TYRONE HAYES—A FROG IN HIS THROAT, BY: ALEX AVERY

Center for Global Food Issues

Posted on September 16, 2010 by CGFI (originally posted here: http://www.cgfi.org/2010/09/tyrone-hayes-a-frog-in-his-throat-by-alex-avery/)

Dr. Tyrone Hayes of UC Berkeley—in his personal quest to demonize the herbicide atrazine just as a previous generation successfully demonized Alar—gave an encore performance before the EPA’s fourth Scientific Advisory Panel on this subject on Wednesday.

I say encore, because Hayes mostly recycled old claims that the EPA has previously investigated and discarded. Hayes attacked me before the panel for claiming that he refuses to release his data. Of course, all I did was quote a senior EPA official who publicly distanced the agency from Hayes in a letter earlier this year to an Illinois state senator. In that letter, the EPA explicitly tries to put the Hayes-generated controversy to rest, clearly stating that Hayes has indeed refused to make his data public. Hayes ignored this letter completely.

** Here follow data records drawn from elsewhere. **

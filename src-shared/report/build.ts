/**
 * Builds the annual trend report document from the trend results of each
 * group (or of the one table), the optional composite and the provenance.
 * buildTrendReport(input) is the one entry point.
 *
 * Optional fields, each filled from engine outputs by the builder named
 * (all in src-shared/report unless said); absent fields leave their part out:
 *   GroupTrend.spec         the group's own ModelSpec (the chosen model; the
 *                           methods paragraph and appendix use it; default
 *                           ReportInput.spec)
 *   GroupTrend.comparison   comparisonDigest(candidates, chosenLabel, reason?)
 *                           in comparison-digest.ts, from { label, spec,
 *                           outcome: fitModel(table, spec) } per candidate
 *   GroupTrend.diagnostics  groupDiagnostics(fitModel(table, spec), label,
 *                           seed?) in diagnostics-section.ts (rootogram and
 *                           quantile residuals of the chosen model)
 *   GroupTrend.data         dataSummary(groupTable, spec) in data-summary.ts
 *   ReportInput.cleaning    the project's EditLog as is (cleaning-summary.ts
 *                           groups it by change and reason; the whole log
 *                           goes to the "Audit log" sheet)
 *   ReportInput.cleaningRecords  { raw, cleaned, conflicts } of
 *                           cleanedAnalysisOf: the records each change
 *                           altered are counted (without: from the log)
 *   Provenance.project      { name, sha256 } of the project file (appendix.ts);
 *                           source files go in Provenance.inputs as before
 * groupReportParts(table, chosen, others, options) in group-parts.ts makes
 * spec, comparison, diagnostics and data of a group in one call (it fits
 * each model once): { ...groupTrend, ...groupReportParts(...) }.
 */
import type { EditLog } from '../cleaning/edit-entry';
import type { ModelSpec } from '../model/spec';
import type { CompositeResult } from '../trend/composite';
import { appendixSection, type Provenance } from './appendix';
import { cautionsSection } from './cautions';
import { auditLogTable, cleaningBlocks, type CleaningRecords } from './cleaning-summary';
import { comparisonCells, comparisonColumns } from './comparison-section';
import { dataSummaryCells, dataSummaryColumns } from './data-summary';
import { compositeSection } from './composite-section';
import { groupSection, seasonSpan, type GroupTrend } from './group-section';
import type { Block, Cell, ReportDocument, Section, SheetTable } from './model';
import { referenceList } from './references';
import type { SinceLast } from './since-last';
import { sinceLastSection, sinceLastSheet } from './since-last-section';
import { changeOverSpan } from './summary-sentence';
import { coefficientCells, coefficientColumns, indexCells, indexColumns, summaryTable, type SummaryRow } from './tables';

export interface ReportInput {
  readonly title: string;
  readonly subtitle?: string;
  readonly spec: ModelSpec;
  /** The column the groups are values of ("species"); absent for a single table. */
  readonly groupColumn?: string;
  readonly groups: readonly GroupTrend[];
  readonly composite?: CompositeResult['composite'];
  /** Cautions beyond the general ones (e.g. why there is no composite). */
  readonly cautions?: readonly string[];
  readonly provenance: Provenance;
  /** The cleaning audit log of the records behind the report. */
  readonly cleaning?: EditLog;
  /** The imported and cleaned records behind the log, when at hand: the cleaning part then counts the records each change altered. */
  readonly cleaningRecords?: CleaningRecords;
  /** This report against the last one in the project's history: the section "Since the last report" after the summary. */
  readonly sinceLast?: SinceLast;
}

/** A section id from a group value: letters and digits only, unique within the report. */
function sectionIds(groups: readonly GroupTrend[]): string[] {
  const seen = new Map<string, number>();
  return groups.map((g, i) => {
    const stem = `group-${g.group.toLowerCase().replace(/[^a-z0-9]+/g, '-').replace(/^-|-$/g, '') || i + 1}`;
    const n = seen.get(stem) ?? 0;
    seen.set(stem, n + 1);
    return n ? `${stem}-${n + 1}` : stem;
  });
}

function summaryRows(groups: readonly GroupTrend[]): SummaryRow[] {
  return groups.flatMap((g) => {
    if (!g.result) return [];
    const s = g.result.slope;
    const c = changeOverSpan(s, seasonSpan(g.result.indices).span);
    const direction = c.upper < 0 ? 'decline' : c.lower > 0 ? 'increase' : 'cannot tell decline from increase';
    return [{ group: g.label ?? (g.group || 'all'), perSeason: s.perYear, lower: s.lower, upper: s.upper, overSpan: c.perYear, overLower: c.lower, overUpper: c.upper, direction, converged: g.result.fit.converged }];
  });
}

function citesOf(sections: readonly Section[]): string[] {
  return sections.flatMap((s) => s.blocks.flatMap((b: Block) => (b.kind === 'paragraph' ? (b.cites ?? []) : [])));
}

/** The sheets of the optional inputs: model comparison and data summary of every group that has one, the audit log. */
function optionalSheets(input: ReportInput, groupHeader: string, label: (g: GroupTrend) => string): SheetTable[] {
  const sheets: SheetTable[] = [];
  const compared = input.groups.filter((g) => g.comparison);
  if (compared.length) {
    sheets.push({ name: 'Model comparison', table: { kind: 'table', id: 'sheet-comparison', caption: 'Models compared for each group, with the one chosen', columns: comparisonColumns(groupHeader), rows: compared.flatMap((g) => comparisonCells(g.comparison!, label(g))) } });
  }
  const summarised = input.groups.filter((g) => g.data);
  if (summarised.length) {
    const first = summarised[0].data!;
    sheets.push({ name: 'Data summary', table: { kind: 'table', id: 'sheet-data', caption: 'Sites, visits, counts and effort per season', columns: dataSummaryColumns(first, groupHeader), rows: summarised.flatMap((g) => dataSummaryCells(g.data!, label(g))) } });
  }
  if (input.cleaning) sheets.push({ name: 'Audit log', table: auditLogTable(input.cleaning, input.cleaningRecords) });
  return sheets;
}

export function buildTrendReport(input: ReportInput): ReportDocument {
  if (input.groups.length === 0) throw new RangeError('A report needs the trend of at least one group.');
  const timeName = input.spec.time?.column ?? 'season';
  const groupHeader = input.groupColumn ?? 'Group';
  const ids = sectionIds(input.groups);
  const fitted = input.groups.filter((g) => g.result);
  const first = fitted[0]?.result ? seasonSpan(fitted[0].result.indices) : undefined;
  const spanWords = first ? `${first.first}–${first.last}` : 'over the period';
  const rows = summaryRows(input.groups);
  const overview: Section = {
    id: 'summary',
    heading: 'Summary',
    blocks: [
      summaryTable('summary-table', `Trend of each ${input.groupColumn ?? 'group'}: change a season and over the period, with 95% limits`, groupHeader, rows, spanWords),
      ...input.groups.filter((g) => !g.result).map((g): Block => ({ kind: 'caution', title: `${g.label ?? g.group}: not fitted`, items: [g.error ?? 'The trend could not be fitted.'] })),
    ],
  };
  const groupSections = input.groups.map((g, i) => groupSection(g, input.spec, ids[i]));
  const sections: Section[] = [cautionsSection(input.cautions), overview];
  if (input.sinceLast) sections.push(sinceLastSection(input.sinceLast));
  if (input.cleaning) sections.push({ id: 'cleaning', heading: 'What cleaning changed', blocks: cleaningBlocks(input.cleaning, input.cleaningRecords), continues: true });
  sections.push(...groupSections);
  if (input.composite) sections.push(compositeSection(input.composite, timeName, !input.groupColumn || input.groupColumn === 'species' ? 'species' : `values of "${input.groupColumn}"`));
  const label = (g: GroupTrend) => g.label ?? (g.group || 'all');
  const sheets: SheetTable[] = [
    { name: 'Trend summary', table: overview.blocks[0] as SheetTable['table'] },
    {
      name: 'Indices',
      table: { kind: 'table', id: 'sheet-indices', caption: 'Annual indices with 95% limits', columns: indexColumns(timeName, groupHeader), rows: fitted.flatMap((g) => indexCells(g.result!.indices, label(g))) },
    },
    {
      name: 'Coefficients',
      table: { kind: 'table', id: 'sheet-coefficients', caption: 'Model coefficients', columns: coefficientColumns(groupHeader), rows: fitted.flatMap((g): Cell[][] => coefficientCells(g.result!.fit, label(g))) },
    },
  ];
  if (input.sinceLast) sheets.push(sinceLastSheet(input.sinceLast));
  sheets.push(...optionalSheets(input, groupHeader, label));
  if (input.composite) sheets.push({ name: 'Composite', table: { kind: 'table', id: 'sheet-composite', caption: 'Composite index with 95% limits', columns: indexColumns(timeName), rows: indexCells(input.composite.indices) } });
  return {
    title: input.title,
    subtitle: input.subtitle ?? '',
    createdAt: input.provenance.createdAt,
    sections,
    appendix: appendixSection(input.provenance, input.spec, input.groups.map((g) => ({ group: label(g), spec: g.spec ?? input.spec }))),
    references: referenceList(citesOf(sections)),
    sheets,
  };
}
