import type { ProgrammeOverview } from '@shared/host/contract';
import { PROGRAMME_NAME, PROGRAMME_SLUG, PONDS } from '@shared/demo/programme';
import { simulateDemo, visitRecords } from '@shared/demo/simulate';
import { seasonsOf } from '@shared/demo/truth';

/**
 * Summary of the built-in demo programme, computed from its seeded
 * simulation: the ponds, seasons and species the demo workbooks hold.
 */
export async function demoOverview(): Promise<ProgrammeOverview> {
  const sim = simulateDemo();
  const records = visitRecords(sim);
  const seasons = seasonsOf(sim.truth);
  const pondSeasons = new Map<string, Set<number>>();
  for (const v of sim.visits) {
    const s = pondSeasons.get(v.pond) ?? new Set<number>();
    s.add(v.season);
    pondSeasons.set(v.pond, s);
  }
  return {
    programme: PROGRAMME_NAME,
    description: `An invented regional amphibian call survey: volunteers listen at ${PONDS.length} ponds on several evenings each spring and count calling adults of ${sim.truth.species.length} species. Simulated data, for trying Tallywise out.`,
    sites: PONDS.map((p) => ({ name: p.name, habitat: p.habitat, areaM2: p.areaM2, seasonsSurveyed: pondSeasons.get(p.name)?.size ?? 0 })),
    seasons: seasons.map((season) => {
      const visits = sim.visits.filter((v) => v.season === season);
      return { season, visits: visits.length, sites: new Set(visits.map((v) => v.pond)).size };
    }),
    species: sim.truth.species.map((sp) => {
      const mine = records.filter((r) => r.species === sp.key);
      return {
        name: sp.label,
        total: mine.reduce((a, r) => a + r.count, 0),
        sitesPresent: new Set(mine.filter((r) => r.count > 0).map((r) => r.pond)).size,
      };
    }),
    sourceFiles: seasons.map((s) => `${PROGRAMME_SLUG}-${s}.xlsx`),
    records: records.length,
  };
}
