/**
 * The long jobs running now, by the id the page gave each, so that a cancel
 * call can stop one. A job without an id cannot be cancelled.
 */
export class RunningJobs {
  private readonly jobs = new Map<string, AbortController>();

  /** Runs `work` under `jobId` with a signal that `cancel(jobId)` aborts. */
  async run<T>(jobId: string | undefined, work: (signal: AbortSignal | undefined) => Promise<T>): Promise<T> {
    if (!jobId) return work(undefined);
    if (this.jobs.has(jobId)) throw Object.assign(new Error(`A job named "${jobId}" is already running; give each job its own id.`), { name: 'JobIdInUse' });
    const controller = new AbortController();
    this.jobs.set(jobId, controller);
    try {
      return await work(controller.signal);
    } finally {
      this.jobs.delete(jobId);
    }
  }

  /** True when the job was running and is now told to stop. */
  cancel(jobId: string): boolean {
    const controller = this.jobs.get(jobId);
    if (!controller || controller.signal.aborted) return false;
    controller.abort();
    return true;
  }
}
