/** Escaping of text for HTML and XML: every string that came from a data file goes through this. */
const ENTITIES: Record<string, string> = { '&': '&amp;', '<': '&lt;', '>': '&gt;', '"': '&quot;', "'": '&#39;' };

export function escapeHtml(text: string): string {
  return text.replace(/[&<>"']/g, (c) => ENTITIES[c]);
}

/**
 * Checks that an SVG string holds only drawing: no script, no event-handler
 * attribute, no embedded HTML, no link to anything outside the file.
 * Returns the reason it is refused, or null when it is safe to inline.
 */
export function unsafeSvgReason(svg: string): string | null {
  if (!/^\s*(<\?xml[^>]*>\s*)?<svg[\s>]/i.test(svg)) return 'it does not start with an <svg> element';
  // Text content has its < escaped, so every "<" opens a real tag: look at the tags only.
  for (const [tag] of svg.matchAll(/<[^>]*>/g)) {
    if (/^<\/?\s*script/i.test(tag)) return 'it holds a script';
    if (/^<\/?\s*foreignObject/i.test(tag)) return 'it embeds HTML';
    if (/\son[a-z]+\s*=/i.test(tag)) return 'it has an event-handler attribute';
    if (/(href|src)\s*=\s*["']\s*(?!#|data:image\/)/i.test(tag)) return 'it links to content outside the file';
  }
  return null;
}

He must know that the EPA won’t be fooled. But that wasn’t his purpose. He was playing to the cameras. You see, he brought a documentary film crew with him.

The sad part is that a lot of this will actually look good when edited down into the now-familiar hero-scientist narrative. Viewers will not know that most of what Hayes presented to the SAP is old data that has been thoroughly refuted by the EPA already.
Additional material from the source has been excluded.